• [WHAT THE EXERCISE ASKS]: Repeat exactly the lines from the line containing "let after: Record<string, string>" through the last line of the records below, inclusive, and nothing else.

INPUT DATA Start Marker

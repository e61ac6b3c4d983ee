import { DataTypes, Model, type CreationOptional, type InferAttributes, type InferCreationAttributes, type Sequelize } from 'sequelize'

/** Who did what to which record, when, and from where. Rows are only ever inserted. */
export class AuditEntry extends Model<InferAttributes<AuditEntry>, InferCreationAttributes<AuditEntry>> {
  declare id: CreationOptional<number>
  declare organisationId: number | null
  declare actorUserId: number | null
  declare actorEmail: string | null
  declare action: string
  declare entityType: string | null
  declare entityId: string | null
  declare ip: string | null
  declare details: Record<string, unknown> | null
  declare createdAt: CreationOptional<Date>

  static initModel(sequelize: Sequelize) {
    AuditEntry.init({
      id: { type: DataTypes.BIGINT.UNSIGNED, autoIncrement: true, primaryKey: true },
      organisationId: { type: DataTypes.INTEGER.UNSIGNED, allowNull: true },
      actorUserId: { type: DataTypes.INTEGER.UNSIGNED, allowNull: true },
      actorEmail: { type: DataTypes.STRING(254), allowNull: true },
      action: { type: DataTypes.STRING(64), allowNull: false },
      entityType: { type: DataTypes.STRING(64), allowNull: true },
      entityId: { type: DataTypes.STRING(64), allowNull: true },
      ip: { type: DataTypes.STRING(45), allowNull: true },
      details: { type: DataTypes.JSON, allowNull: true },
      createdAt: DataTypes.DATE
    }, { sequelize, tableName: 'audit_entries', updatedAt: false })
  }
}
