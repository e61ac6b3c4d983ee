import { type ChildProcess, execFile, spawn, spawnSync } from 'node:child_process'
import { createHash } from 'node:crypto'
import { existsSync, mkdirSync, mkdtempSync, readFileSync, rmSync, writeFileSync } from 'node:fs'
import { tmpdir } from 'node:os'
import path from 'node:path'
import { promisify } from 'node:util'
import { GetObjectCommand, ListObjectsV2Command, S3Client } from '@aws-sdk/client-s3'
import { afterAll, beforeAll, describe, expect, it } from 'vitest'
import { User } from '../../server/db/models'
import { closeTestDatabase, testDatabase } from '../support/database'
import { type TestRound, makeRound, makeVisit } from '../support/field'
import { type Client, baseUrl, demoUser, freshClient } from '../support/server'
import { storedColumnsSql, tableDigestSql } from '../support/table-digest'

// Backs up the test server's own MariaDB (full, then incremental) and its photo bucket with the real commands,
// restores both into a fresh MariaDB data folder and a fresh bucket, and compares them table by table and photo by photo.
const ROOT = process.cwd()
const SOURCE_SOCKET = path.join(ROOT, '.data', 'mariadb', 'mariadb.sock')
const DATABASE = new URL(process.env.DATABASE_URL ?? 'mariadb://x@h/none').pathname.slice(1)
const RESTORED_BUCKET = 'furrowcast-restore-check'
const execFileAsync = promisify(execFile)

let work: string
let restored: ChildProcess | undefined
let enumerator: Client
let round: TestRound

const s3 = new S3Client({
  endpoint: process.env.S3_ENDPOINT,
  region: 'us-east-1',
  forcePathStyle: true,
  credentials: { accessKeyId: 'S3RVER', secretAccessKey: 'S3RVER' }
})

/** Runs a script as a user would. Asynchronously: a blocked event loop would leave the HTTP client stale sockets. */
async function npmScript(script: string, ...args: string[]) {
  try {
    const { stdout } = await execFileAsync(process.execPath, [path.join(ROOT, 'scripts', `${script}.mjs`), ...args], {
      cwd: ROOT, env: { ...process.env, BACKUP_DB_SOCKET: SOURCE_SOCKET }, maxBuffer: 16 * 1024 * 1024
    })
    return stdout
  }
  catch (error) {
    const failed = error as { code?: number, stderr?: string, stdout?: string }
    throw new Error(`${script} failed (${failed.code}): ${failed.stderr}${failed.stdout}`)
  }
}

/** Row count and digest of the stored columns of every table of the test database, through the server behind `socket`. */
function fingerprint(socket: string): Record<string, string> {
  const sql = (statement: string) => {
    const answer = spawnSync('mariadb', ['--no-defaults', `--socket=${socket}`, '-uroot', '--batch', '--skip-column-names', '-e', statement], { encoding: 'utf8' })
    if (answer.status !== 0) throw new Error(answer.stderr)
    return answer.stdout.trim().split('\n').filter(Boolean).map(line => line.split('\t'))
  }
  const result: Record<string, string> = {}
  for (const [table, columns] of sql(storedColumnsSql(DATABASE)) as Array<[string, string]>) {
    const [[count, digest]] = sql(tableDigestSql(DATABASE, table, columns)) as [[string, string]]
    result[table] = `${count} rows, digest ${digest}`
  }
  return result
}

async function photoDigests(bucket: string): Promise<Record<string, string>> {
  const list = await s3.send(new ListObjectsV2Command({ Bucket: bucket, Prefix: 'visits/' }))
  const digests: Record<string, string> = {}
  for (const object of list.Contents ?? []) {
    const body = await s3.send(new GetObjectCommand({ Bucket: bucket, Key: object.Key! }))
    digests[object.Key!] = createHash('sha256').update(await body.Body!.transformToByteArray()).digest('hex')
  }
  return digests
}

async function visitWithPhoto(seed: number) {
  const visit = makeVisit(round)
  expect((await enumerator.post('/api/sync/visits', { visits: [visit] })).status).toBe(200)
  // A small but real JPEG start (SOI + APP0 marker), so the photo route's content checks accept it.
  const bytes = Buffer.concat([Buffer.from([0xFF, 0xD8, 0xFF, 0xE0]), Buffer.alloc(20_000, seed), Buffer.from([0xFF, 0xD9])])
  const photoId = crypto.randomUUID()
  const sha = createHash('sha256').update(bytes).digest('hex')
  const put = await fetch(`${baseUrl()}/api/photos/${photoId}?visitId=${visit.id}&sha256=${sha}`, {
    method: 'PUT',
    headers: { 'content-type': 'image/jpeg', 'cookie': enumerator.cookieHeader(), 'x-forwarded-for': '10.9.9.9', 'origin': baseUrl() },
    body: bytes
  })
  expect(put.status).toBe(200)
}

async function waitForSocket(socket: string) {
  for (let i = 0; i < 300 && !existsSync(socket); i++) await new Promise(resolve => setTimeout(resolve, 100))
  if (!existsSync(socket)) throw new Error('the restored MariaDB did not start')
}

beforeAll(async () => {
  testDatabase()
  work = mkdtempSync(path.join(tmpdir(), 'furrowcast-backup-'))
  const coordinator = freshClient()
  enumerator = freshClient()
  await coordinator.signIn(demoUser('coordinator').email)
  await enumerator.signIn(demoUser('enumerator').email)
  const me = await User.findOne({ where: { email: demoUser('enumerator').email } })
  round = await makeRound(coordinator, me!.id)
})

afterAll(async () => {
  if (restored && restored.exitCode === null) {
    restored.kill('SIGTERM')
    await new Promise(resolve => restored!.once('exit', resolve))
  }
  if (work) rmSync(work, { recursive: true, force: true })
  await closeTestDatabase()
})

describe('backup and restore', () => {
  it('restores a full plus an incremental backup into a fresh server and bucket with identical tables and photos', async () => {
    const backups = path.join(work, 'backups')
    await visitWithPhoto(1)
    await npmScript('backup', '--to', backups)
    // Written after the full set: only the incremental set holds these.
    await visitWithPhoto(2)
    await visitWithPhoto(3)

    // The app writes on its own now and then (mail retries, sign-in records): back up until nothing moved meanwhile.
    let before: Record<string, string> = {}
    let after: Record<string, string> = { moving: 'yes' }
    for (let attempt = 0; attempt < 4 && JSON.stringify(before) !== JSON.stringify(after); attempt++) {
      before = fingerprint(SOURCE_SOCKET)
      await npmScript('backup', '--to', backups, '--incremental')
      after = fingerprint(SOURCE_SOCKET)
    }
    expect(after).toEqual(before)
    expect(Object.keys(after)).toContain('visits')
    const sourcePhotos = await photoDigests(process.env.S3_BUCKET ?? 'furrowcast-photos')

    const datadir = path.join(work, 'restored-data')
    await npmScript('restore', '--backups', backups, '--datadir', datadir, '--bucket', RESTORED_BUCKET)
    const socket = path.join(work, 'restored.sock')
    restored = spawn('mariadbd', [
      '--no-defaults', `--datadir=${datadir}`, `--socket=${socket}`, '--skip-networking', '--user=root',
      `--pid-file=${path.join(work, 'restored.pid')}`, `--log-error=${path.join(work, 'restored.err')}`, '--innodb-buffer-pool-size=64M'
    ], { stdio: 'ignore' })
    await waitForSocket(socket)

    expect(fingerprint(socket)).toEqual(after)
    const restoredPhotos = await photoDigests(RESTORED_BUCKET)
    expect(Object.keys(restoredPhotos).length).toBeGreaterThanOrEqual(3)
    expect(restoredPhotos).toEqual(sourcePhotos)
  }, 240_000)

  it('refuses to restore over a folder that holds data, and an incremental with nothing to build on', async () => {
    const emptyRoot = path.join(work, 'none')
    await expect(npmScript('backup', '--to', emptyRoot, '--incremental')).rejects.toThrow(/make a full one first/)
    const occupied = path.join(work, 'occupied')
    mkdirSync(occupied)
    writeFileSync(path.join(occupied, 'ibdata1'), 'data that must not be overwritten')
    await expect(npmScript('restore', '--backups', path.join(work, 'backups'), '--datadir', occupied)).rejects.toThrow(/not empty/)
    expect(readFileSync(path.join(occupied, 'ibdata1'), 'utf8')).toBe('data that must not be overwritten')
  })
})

INPUT DATA End Marker

• [SOLUTION FOR THIS EXERCISE]:
    let after: Record<string, string> = { moving: 'yes' }
    for (let attempt = 0; attempt < 4 && JSON.stringify(before) !== JSON.stringify(after); attempt++) {
      before = fingerprint(SOURCE_SOCKET)
      await npmScript('backup', '--to', backups, '--incremental')
      after = fingerprint(SOURCE_SOCKET)
    }
    expect(after).toEqual(before)
    expect(Object.keys(after)).toContain('visits')
    const sourcePhotos = await photoDigests(process.env.S3_BUCKET ?? 'furrowcast-photos')

    const datadir = path.join(work, 'restored-data')
    await npmScript('restore', '--backups', backups, '--datadir', datadir, '--bucket', RESTORED_BUCKET)
    const socket = path.join(work, 'restored.sock')
    restored = spawn('mariadbd', [
      '--no-defaults', `--datadir=${datadir}`, `--socket=${socket}`, '--skip-networking', '--user=root',
      `--pid-file=${path.join(work, 'restored.pid')}`, `--log-error=${path.join(work, 'restored.err')}`, '--innodb-buffer-pool-size=64M'
    ], { stdio: 'ignore' })
    await waitForSocket(socket)

    expect(fingerprint(socket)).toEqual(after)
    const restoredPhotos = await photoDigests(RESTORED_BUCKET)
    expect(Object.keys(restoredPhotos).length).toBeGreaterThanOrEqual(3)
    expect(restoredPhotos).toEqual(sourcePhotos)
  }, 240_000)

  it('refuses to restore over a folder that holds data, and an incremental with nothing to build on', async () => {
    const emptyRoot = path.join(work, 'none')
    await expect(npmScript('backup', '--to', emptyRoot, '--incremental')).rejects.toThrow(/make a full one first/)
    const occupied = path.join(work, 'occupied')
    mkdirSync(occupied)
    writeFileSync(path.join(occupied, 'ibdata1'), 'data that must not be overwritten')
    await expect(npmScript('restore', '--backups', path.join(work, 'backups'), '--datadir', occupied)).rejects.toThrow(/not empty/)
    expect(readFileSync(path.join(occupied, 'ibdata1'), 'utf8')).toBe('data that must not be overwritten')
  })
})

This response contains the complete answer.